To give some idea, here are the three main cuts:
- A four-year freeze in working age benefits saving £4 billion by 2020/21. The Institute for Fiscal Studies estimates that this alone means that 13 million families will lose an average of £260 a year. Of those, 7.4 million are in work and will lose £280 a year. The freeze will also hit child benefit, which David Cameron promised to protect.

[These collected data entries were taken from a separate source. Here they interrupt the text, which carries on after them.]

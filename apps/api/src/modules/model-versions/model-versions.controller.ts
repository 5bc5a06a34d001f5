import type { Request, Response } from "express";
import { contextOf, currentUser } from "../../middleware/request-context.js";
import { validated } from "../../middleware/validate.js";
import { modelVersionImpact } from "./model-version-impact.service.js";
import { modelVersionsInputs as input } from "./model-versions.inputs.js";
import {
  createModelVersion,
  decideModelVersion,
  diffModelVersion,
  getModelVersion,
  listModelVersions,
  retireModelVersion,
  submitModelVersion,
  updateModelVersion,
} from "./model-versions.service.js";

export const modelVersionsController = {
  async list(req: Request, res: Response) {
    res.json(await listModelVersions(contextOf(req), currentUser(req), validated(res, input.list).query));
  },
  async get(req: Request, res: Response) {
    res.json(await getModelVersion(contextOf(req), validated(res, input.byId).params.id));
  },
  async create(req: Request, res: Response) {
    res.status(201).json(await createModelVersion(contextOf(req), currentUser(req), validated(res, input.create).body));
  },
  async update(req: Request, res: Response) {
    const { params, body } = validated(res, input.update);
    res.json(await updateModelVersion(contextOf(req), currentUser(req), params.id, body));
  },
  async diff(req: Request, res: Response) {
    const { params, query } = validated(res, input.diff);
    res.json(await diffModelVersion(contextOf(req), params.id, query.against));
  },
  async impact(req: Request, res: Response) {
    const { params, body } = validated(res, input.impact);
    res.json(await modelVersionImpact(contextOf(req), params.id, body));
  },
  async submit(req: Request, res: Response) {
    const { params, body } = validated(res, input.submit);
    res.json(await submitModelVersion(contextOf(req), currentUser(req), params.id, body.changeClass, body.note));
  },
  async approve(req: Request, res: Response) {
    const { params, body } = validated(res, input.decide);
    res.json(await decideModelVersion(contextOf(req), currentUser(req), params.id, "approved", body.comment));
  },
  async reject(req: Request, res: Response) {
    const { params, body } = validated(res, input.decide);
    res.json(await decideModelVersion(contextOf(req), currentUser(req), params.id, "rejected", body.comment));
  },
  async retire(req: Request, res: Response) {
    const { params, body } = validated(res, input.retire);
    res.json(await retireModelVersion(contextOf(req), currentUser(req), params.id, body.comment));
  },
};
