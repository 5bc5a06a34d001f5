import type { AppContext } from "../../context.js";
import type { ModelVersionModel } from "./model-version.model.js";

type Ctx = Pick<AppContext, "models" | "mailer" | "config">;

const link = (ctx: Ctx, id: string) => `${ctx.config.publicOrigin}/model-versions/${id}`;

/** Submitted for review: every manager except the author hears about it. */
export async function mailSubmitted(ctx: Ctx, version: ModelVersionModel, authorName: string): Promise<void> {
  const managers = await ctx.models.User.findAll({ where: { role: "manager" }, attributes: ["id", "email"] });
  const to = managers.filter((m) => m.id !== version.authorId).map((m) => m.email);
  await ctx.mailer.send({
    to,
    subject: `Review requested: ${version.name} v${version.versionNumber} (${version.changeClass} change)`,
    text:
      `${authorName} submitted model version "${version.name}" v${version.versionNumber} for review ` +
      `as a ${version.changeClass} change.\n\n${version.submissionNote ? `Note: ${version.submissionNote}\n\n` : ""}` +
      `Review it (diff against its parent, approve or reject): ${link(ctx, version.id)}\n`,
  });
}

/** Approved, rejected or retired: the author hears the decision and the comment. */
export async function mailDecided(ctx: Ctx, version: ModelVersionModel, deciderName: string): Promise<void> {
  const author = await ctx.models.User.findByPk(version.authorId, { attributes: ["email", "name"] });
  if (!author) return;
  const comment = version.status === "retired" ? version.retireComment : version.decisionComment;
  await ctx.mailer.send({
    to: [author.email],
    subject: `Model version ${version.status}: ${version.name} v${version.versionNumber}`,
    text:
      `Hello ${author.name},\n\n${deciderName} ${version.status} model version "${version.name}" v${version.versionNumber}.\n` +
      `${comment ? `Comment: ${comment}\n` : ""}\n${link(ctx, version.id)}\n`,
  });
}
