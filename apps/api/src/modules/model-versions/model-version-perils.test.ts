import { afterAll, beforeAll, describe, expect, it } from "vitest";
import { signIn, type SignedInAgent } from "../../test-support/sign-in.js";
import { createTestContext, type TestContext } from "../../test-support/test-context.js";
import { testModelVersionBody, testPathwayBody, testRainfallProfileBody } from "../runs/runs.fixtures.js";
import { createMigrator } from "../../db/migrate.js";
import { requestUserOf } from "../../test-support/request-user.js";
import { createModelVersion, decideModelVersion, submitModelVersion } from "./model-versions.service.js";

let t: TestContext;
let analyst: SignedInAgent;
let actuary: SignedInAgent;
let pathwayId: string;
let profileId: string;

beforeAll(async () => {
  t = await createTestContext();
  [analyst, actuary] = await Promise.all([signIn(t.app, "analyst"), signIn(t.app, "actuary")]);
  pathwayId = (await analyst.post("/api/pathways").send(testPathwayBody())).body.id;
  profileId = (await actuary.post("/api/peril-profiles").send(testRainfallProfileBody)).body.id;
});
afterAll(async () => t.close());

describe("peril profiles pinned by a model version", () => {
  let versionId: string;

  it("refuses unknown or repeated profile ids with 400 naming each", async () => {
    const res = await analyst.post("/api/model-versions").send(testModelVersionBody({ perilProfileIds: [profileId, "ghost", profileId] }));
    expect(res.status).toBe(400);
    expect(res.body.error.details).toEqual([
      { path: "perilProfileIds[1]", message: "peril profile ghost does not exist" },
      { path: "perilProfileIds[2]", message: `repeats peril profile ${profileId} (already perilProfileIds[0])` },
    ]);
    const draft = (await analyst.post("/api/model-versions").send(testModelVersionBody())).body.id;
    const patch = await analyst.patch(`/api/model-versions/${draft}`).send({ perilProfileIds: ["ghost"] });
    expect(patch.status).toBe(400);
    expect(patch.body.error.details[0]).toMatchObject({ path: "perilProfileIds[0]" });
  });

  it("pins existing profiles, shows them on the version and in the diff against its parent", async () => {
    const parent = (await analyst.post("/api/model-versions").send(testModelVersionBody())).body.id;
    const res = await analyst.post("/api/model-versions").send(testModelVersionBody({ parentId: parent, perilProfileIds: [profileId] }));
    expect(res.status).toBe(201);
    versionId = res.body.id;
    expect((await actuary.get(`/api/model-versions/${versionId}`)).body.perilProfileIds).toEqual([profileId]);
    const diff = await actuary.get(`/api/model-versions/${versionId}/diff`);
    expect(diff.body.changes).toContainEqual({ path: "perilProfileIds", before: [], after: [profileId] });
  });

  it("gives a run that names no profiles the version's pinned ones; an explicit [] opts out", async () => {
    const base = { modelVersionId: versionId, pathwayIds: [pathwayId], members: 20, seed: "pinned", sampling: "monte-carlo" };
    const inherited = await actuary.post("/api/runs").send(base);
    expect(inherited.status).toBe(201);
    expect(inherited.body.perilProfileIds).toEqual([profileId]);
    const spec = (await actuary.get(`/api/runs/${inherited.body.id}`)).body.manifest.spec;
    expect(spec.perils).toEqual([{ id: profileId, ...testRainfallProfileBody }]);

    const optedOut = await actuary.post("/api/runs").send({ ...base, perilProfileIds: [] });
    expect(optedOut.status).toBe(201);
    expect(optedOut.body.perilProfileIds).toEqual([]);
    expect((await actuary.get(`/api/runs/${optedOut.body.id}`)).body.manifest.spec.perils).toBeUndefined();
  });
});

describe("the database refuses re-pinning the peril profiles of an approved version", () => {
  // Checks the database itself (raw SQL, no service in the way) against the governance rule in
  // product (README: "only approved assumptions feed filings"): only approved versions may feed filings, so what was
  // approved - pinned peril profiles included - must stay what was approved (migration 0052).
  const rawRepin = (id: string, ids: string[]) =>
    t.ctx.sequelize
      .query("UPDATE model_versions SET peril_profile_ids = :ids WHERE id = :id", { replacements: { id, ids: JSON.stringify(ids) } })
      .then(() => null)
      .catch((e: unknown) => (e as Error & { parent?: Error }).parent?.message ?? (e as Error).message);
  const storedPins = async (id: string) => (await t.ctx.models.ModelVersion.findByPk(id))?.perilProfileIds;

  let approvedId: string;
  beforeAll(async () => {
    const analystUser = await requestUserOf(t, "analyst");
    const version = await createModelVersion(t.ctx, analystUser, testModelVersionBody({ name: "Pinned and approved", perilProfileIds: [profileId] }));
    await submitModelVersion(t.ctx, analystUser, version.id, "minor");
    await decideModelVersion(t.ctx, await requestUserOf(t, "manager"), version.id, "approved", "Profiles reviewed.");
    approvedId = version.id;
  });

  it("aborts a raw UPDATE of peril_profile_ids on an approved version and keeps the pinned ids", async () => {
    expect(await rawRepin(approvedId, [])).toMatch(/approved and retired model versions are immutable/);
    expect(await storedPins(approvedId)).toEqual([profileId]);
  });

  it("still lets a draft's pins change (the trigger looks at the status, not the column alone)", async () => {
    const draft = await createModelVersion(t.ctx, await requestUserOf(t, "analyst"), testModelVersionBody({ perilProfileIds: [profileId] }));
    expect(await rawRepin(draft.id, [])).toBeNull();
    expect(await storedPins(draft.id)).toEqual([]);
  });

  it("is reversible: down restores 0011's trigger (pins editable, notes still frozen), up refuses again", async () => {
    const migrator = createMigrator(t.ctx.sequelize);
    await migrator.down({ to: "0052-model-versions-frozen-perils" });
    try {
      const notes = await t.ctx.sequelize.query("UPDATE model_versions SET notes = 'raw' WHERE id = :id", { replacements: { id: approvedId } }).catch((e: unknown) => (e as { parent?: Error }).parent?.message);
      expect(notes).toMatch(/immutable/);
      expect(await rawRepin(approvedId, [profileId, profileId])).toBeNull();
    } finally {
      await migrator.up();
    }
    expect(await rawRepin(approvedId, [profileId])).toMatch(/immutable/);
  });
});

- £6 billion worth of cuts to tax credits (and subsequently universal credit) and associated housing allowances from April 2017. The IFS says new claimants will lose credit entitlement for more than two children, losing the average of £3,670 a year that currently goes to 872,000 families (548,000 in work). On top of that, the family element in credits for the first child will be cut for new claimants and housing allowances associated with both will be cut too. Kate Webb of Shelter calculates that just one change – the removal of the family premium, an allowance of earned income before housing benefit starts to be withdrawn for working families with children – could cost a single mother working 20 hours a week at the new national living wage £11 a week. That’s not much less than the bedroom tax.
- Cuts to work allowances that mean working households will lose tax credits/universal credit much more quickly than now. At the moment, credits start to be withdrawn once family earnings rise above £6,420. That will fall to just £3,850. This will cost 3 million working families just over £1,000 a year each. Credits will also be withdrawn at a faster rate once they hit that threshold.
Where do the Conservatives really stand when it comes to supporting workers on low wages?
Are the Tories the One Nation ‘workers party’, cutting tax, increasing the minimum wage and reforming welfare to make sure that work always pays? Or are they the one that’s set to cut spending on tax credits by £5 billion and cost those same workers up to £1,690 per year?
Ahead of Wednesday’s Budget, the rhetoric and the reality simply do not match. In David Cameron’s ‘speech on opportunity’ in Runcorn last month, he contrasted the ‘right track’ of economic opportunity with the ‘wrong track’ of ‘people capable of work, written off to a lifetime on benefits’ and policies that ‘ignore the causes and simply treat the symptoms of the social and economic problems we face’. Rather than redistributing money through the benefits system we have to tackle the ‘real causes’ of child poverty. And our approach to low pay is complacent:
‘There is what I would call a merry-go-round. People working on the minimum wage having that money taxed by the government and then the government giving them that money back – and more – in welfare. Again, it’s dealing with the symptoms of the problem: topping up low pay rather than extending the drivers of opportunity – helping to create well paid jobs in the first place. So this is the change we need. We need to move from a low wage, high tax, high welfare society to a higher wage, lower tax, lower welfare society.’
Needless to say he did not explain how. The key Conservative policy of increasing the income tax threshold to the level of the minimum wage sounds like it benefits low-paid workers most. In fact, anyone paid below the current threshold of £10,600 a year will receive no benefit at all while most of the gains will go to people on higher earnings. It’s the same story with tax credits and housing benefit, both of which are essential to people who are in work but on low pay. All the tax cuts in the world do little to make up for the cuts in the last parliament and the cuts to come in this. As Gavin Kelly argues, the notion that higher wages will somehow fill the gap is fanciful.